---- Material for this exercise

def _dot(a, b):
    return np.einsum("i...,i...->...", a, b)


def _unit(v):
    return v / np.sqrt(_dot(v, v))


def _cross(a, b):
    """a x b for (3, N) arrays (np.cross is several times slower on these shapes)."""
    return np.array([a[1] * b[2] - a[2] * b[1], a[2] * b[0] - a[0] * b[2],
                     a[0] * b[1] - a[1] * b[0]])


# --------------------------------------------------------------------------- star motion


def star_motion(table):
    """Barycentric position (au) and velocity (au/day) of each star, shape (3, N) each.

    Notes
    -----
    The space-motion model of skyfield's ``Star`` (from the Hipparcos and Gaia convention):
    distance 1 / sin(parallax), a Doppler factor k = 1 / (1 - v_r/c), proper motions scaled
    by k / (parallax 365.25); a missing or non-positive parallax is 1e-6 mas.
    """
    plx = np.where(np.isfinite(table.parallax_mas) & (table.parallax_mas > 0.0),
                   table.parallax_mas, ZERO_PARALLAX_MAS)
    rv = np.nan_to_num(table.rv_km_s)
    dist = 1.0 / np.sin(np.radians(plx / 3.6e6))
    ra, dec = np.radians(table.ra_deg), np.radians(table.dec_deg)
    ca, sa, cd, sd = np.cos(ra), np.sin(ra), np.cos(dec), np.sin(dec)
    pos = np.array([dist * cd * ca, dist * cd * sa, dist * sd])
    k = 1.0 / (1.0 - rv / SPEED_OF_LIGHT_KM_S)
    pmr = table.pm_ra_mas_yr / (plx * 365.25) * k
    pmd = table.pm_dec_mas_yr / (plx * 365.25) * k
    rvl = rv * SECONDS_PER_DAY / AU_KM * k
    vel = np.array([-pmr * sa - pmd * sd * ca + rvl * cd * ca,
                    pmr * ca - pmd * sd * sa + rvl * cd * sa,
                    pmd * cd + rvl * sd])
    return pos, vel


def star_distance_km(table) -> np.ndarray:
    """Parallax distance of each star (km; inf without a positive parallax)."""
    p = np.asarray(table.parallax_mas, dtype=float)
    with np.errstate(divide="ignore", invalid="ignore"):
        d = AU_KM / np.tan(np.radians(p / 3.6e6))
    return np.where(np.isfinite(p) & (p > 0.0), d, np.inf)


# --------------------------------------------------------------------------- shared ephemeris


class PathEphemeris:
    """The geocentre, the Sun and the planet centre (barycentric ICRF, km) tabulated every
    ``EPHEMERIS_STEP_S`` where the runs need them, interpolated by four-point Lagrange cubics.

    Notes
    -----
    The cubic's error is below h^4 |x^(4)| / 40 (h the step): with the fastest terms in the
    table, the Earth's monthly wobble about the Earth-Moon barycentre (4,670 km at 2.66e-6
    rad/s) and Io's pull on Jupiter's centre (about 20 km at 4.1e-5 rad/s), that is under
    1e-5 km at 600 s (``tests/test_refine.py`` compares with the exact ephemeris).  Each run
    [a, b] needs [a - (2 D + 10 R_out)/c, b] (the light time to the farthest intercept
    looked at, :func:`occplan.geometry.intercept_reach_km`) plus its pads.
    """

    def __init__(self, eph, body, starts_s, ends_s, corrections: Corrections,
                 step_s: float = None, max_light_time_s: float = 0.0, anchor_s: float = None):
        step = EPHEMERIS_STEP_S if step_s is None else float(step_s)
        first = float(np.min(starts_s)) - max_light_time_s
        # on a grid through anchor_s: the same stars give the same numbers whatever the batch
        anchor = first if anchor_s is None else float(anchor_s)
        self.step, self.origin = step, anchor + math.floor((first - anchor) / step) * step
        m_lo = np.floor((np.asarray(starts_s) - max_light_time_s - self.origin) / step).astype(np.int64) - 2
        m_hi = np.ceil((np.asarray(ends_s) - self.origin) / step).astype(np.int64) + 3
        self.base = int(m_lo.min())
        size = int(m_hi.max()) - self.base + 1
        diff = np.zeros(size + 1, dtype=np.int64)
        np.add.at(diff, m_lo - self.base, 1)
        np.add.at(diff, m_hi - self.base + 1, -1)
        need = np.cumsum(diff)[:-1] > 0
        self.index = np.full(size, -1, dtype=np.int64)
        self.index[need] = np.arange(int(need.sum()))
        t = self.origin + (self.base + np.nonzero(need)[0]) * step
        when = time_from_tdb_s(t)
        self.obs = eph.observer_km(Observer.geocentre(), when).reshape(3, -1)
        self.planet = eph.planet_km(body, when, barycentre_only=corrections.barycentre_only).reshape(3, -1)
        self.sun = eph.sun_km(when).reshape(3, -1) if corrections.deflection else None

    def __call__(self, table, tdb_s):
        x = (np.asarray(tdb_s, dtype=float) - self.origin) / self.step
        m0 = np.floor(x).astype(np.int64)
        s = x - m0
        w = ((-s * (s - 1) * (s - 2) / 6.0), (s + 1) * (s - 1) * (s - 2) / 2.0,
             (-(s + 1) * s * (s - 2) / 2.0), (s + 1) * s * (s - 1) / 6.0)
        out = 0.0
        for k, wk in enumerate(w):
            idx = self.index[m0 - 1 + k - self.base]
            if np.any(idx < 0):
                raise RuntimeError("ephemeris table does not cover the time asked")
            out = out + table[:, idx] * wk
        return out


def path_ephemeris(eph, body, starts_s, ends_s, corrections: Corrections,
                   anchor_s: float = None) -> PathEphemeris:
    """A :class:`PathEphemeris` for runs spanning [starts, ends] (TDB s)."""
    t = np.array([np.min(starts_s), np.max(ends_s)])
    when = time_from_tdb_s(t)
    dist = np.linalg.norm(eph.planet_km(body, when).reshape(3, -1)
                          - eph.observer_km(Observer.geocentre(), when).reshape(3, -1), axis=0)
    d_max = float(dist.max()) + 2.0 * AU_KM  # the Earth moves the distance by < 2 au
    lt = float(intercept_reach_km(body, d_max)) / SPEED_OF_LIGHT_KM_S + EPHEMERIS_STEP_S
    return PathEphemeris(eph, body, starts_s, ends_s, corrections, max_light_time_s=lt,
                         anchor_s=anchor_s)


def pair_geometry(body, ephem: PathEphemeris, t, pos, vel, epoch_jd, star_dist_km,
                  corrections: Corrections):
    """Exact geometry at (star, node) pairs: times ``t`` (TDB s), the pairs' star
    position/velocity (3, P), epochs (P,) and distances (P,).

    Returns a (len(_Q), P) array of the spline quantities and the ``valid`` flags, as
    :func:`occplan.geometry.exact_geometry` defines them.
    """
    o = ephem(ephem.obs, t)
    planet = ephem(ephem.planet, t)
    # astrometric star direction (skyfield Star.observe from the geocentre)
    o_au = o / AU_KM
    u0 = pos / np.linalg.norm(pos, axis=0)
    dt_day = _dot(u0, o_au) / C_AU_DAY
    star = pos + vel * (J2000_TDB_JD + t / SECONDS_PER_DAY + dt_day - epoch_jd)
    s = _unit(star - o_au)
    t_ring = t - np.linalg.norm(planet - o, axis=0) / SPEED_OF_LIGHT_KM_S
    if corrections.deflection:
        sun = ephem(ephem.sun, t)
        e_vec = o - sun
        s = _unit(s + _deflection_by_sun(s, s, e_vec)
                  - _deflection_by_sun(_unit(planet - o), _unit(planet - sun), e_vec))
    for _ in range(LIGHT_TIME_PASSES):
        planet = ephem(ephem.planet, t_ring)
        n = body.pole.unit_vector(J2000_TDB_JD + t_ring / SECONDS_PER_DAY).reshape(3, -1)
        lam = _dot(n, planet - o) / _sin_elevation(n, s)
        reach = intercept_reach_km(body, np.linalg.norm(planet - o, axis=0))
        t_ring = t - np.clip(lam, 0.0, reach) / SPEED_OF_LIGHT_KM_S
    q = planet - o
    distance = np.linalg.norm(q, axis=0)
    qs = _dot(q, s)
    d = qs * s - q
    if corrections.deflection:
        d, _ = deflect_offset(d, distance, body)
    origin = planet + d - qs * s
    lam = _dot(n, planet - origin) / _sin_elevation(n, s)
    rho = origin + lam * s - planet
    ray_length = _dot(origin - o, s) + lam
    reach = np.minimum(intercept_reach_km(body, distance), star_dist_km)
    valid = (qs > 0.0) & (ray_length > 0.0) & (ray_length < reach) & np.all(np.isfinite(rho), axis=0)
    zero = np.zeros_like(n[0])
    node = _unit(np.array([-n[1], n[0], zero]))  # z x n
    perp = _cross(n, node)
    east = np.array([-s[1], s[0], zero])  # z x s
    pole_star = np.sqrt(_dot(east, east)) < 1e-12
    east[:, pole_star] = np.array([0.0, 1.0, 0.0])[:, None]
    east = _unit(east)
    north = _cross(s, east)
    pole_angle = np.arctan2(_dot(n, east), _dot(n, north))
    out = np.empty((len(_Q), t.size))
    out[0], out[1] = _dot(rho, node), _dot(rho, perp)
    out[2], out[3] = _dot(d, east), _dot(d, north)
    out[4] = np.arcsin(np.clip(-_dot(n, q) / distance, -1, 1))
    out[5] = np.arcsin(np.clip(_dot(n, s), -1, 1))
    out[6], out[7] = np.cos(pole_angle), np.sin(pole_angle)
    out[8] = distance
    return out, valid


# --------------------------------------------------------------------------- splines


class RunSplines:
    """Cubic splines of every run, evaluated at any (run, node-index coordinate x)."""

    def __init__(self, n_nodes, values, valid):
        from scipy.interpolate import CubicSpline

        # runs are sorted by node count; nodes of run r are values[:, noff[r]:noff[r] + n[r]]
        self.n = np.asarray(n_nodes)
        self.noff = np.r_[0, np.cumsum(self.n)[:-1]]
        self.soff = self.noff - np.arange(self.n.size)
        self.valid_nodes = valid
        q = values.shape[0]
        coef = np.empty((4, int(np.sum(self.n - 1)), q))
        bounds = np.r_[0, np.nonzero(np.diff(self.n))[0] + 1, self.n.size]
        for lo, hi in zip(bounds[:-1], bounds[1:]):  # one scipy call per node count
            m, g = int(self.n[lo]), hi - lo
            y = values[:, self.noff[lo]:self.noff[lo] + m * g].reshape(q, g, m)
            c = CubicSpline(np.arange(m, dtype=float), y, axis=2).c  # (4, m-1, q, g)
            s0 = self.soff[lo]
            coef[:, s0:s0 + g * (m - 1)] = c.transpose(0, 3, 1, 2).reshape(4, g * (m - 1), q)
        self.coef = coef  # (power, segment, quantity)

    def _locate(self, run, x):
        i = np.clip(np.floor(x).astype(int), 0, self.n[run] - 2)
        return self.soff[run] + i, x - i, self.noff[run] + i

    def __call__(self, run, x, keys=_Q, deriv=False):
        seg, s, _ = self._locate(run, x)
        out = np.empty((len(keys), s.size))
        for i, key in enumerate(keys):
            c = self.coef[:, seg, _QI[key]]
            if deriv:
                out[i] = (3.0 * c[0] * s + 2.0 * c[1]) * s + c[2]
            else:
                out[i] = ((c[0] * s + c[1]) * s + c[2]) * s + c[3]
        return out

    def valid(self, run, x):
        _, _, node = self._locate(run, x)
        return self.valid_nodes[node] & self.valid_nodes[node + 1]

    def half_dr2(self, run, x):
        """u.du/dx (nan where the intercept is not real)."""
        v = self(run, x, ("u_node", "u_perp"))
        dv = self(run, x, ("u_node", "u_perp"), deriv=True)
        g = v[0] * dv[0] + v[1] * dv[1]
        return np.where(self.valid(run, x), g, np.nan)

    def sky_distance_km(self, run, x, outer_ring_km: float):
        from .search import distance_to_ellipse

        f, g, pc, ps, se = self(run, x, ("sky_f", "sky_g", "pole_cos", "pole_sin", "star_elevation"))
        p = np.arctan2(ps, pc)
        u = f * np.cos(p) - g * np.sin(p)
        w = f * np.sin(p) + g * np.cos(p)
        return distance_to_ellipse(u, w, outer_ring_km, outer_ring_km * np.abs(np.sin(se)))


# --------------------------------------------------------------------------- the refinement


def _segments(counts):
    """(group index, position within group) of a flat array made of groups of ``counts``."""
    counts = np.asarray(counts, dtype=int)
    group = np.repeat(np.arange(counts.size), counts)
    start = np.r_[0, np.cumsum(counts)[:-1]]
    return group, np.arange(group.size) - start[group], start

--------
---- Material for this exercise

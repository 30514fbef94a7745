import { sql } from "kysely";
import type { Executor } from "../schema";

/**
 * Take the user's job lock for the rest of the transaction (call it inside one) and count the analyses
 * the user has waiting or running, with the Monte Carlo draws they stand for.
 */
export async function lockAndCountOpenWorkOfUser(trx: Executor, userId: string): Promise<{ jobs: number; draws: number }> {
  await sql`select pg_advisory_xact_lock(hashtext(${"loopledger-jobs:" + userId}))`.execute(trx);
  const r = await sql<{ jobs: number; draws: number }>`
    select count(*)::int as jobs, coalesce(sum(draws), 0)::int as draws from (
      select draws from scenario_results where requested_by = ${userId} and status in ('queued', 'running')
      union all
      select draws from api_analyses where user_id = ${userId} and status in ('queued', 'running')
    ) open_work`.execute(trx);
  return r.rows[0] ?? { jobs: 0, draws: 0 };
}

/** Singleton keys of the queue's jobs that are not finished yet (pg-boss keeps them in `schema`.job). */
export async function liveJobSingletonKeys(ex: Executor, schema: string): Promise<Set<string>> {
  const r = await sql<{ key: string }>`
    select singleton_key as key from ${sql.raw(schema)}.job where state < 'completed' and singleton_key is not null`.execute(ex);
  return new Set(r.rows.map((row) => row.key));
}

--------

- [Work item]: Take exactly the lines from the one containing "node = _unit(np.array([-n[1], n[0], zero]))" through the one containing "east = _unit(east)" in the data above, and output them with nothing added.

- [Task response]:
    node = _unit(np.array([-n[1], n[0], zero]))  # z x n
    perp = _cross(n, node)
    east = np.array([-s[1], s[0], zero])  # z x s
    pole_star = np.sqrt(_dot(east, east)) < 1e-12
    east[:, pole_star] = np.array([0.0, 1.0, 0.0])[:, None]
    east = _unit(east)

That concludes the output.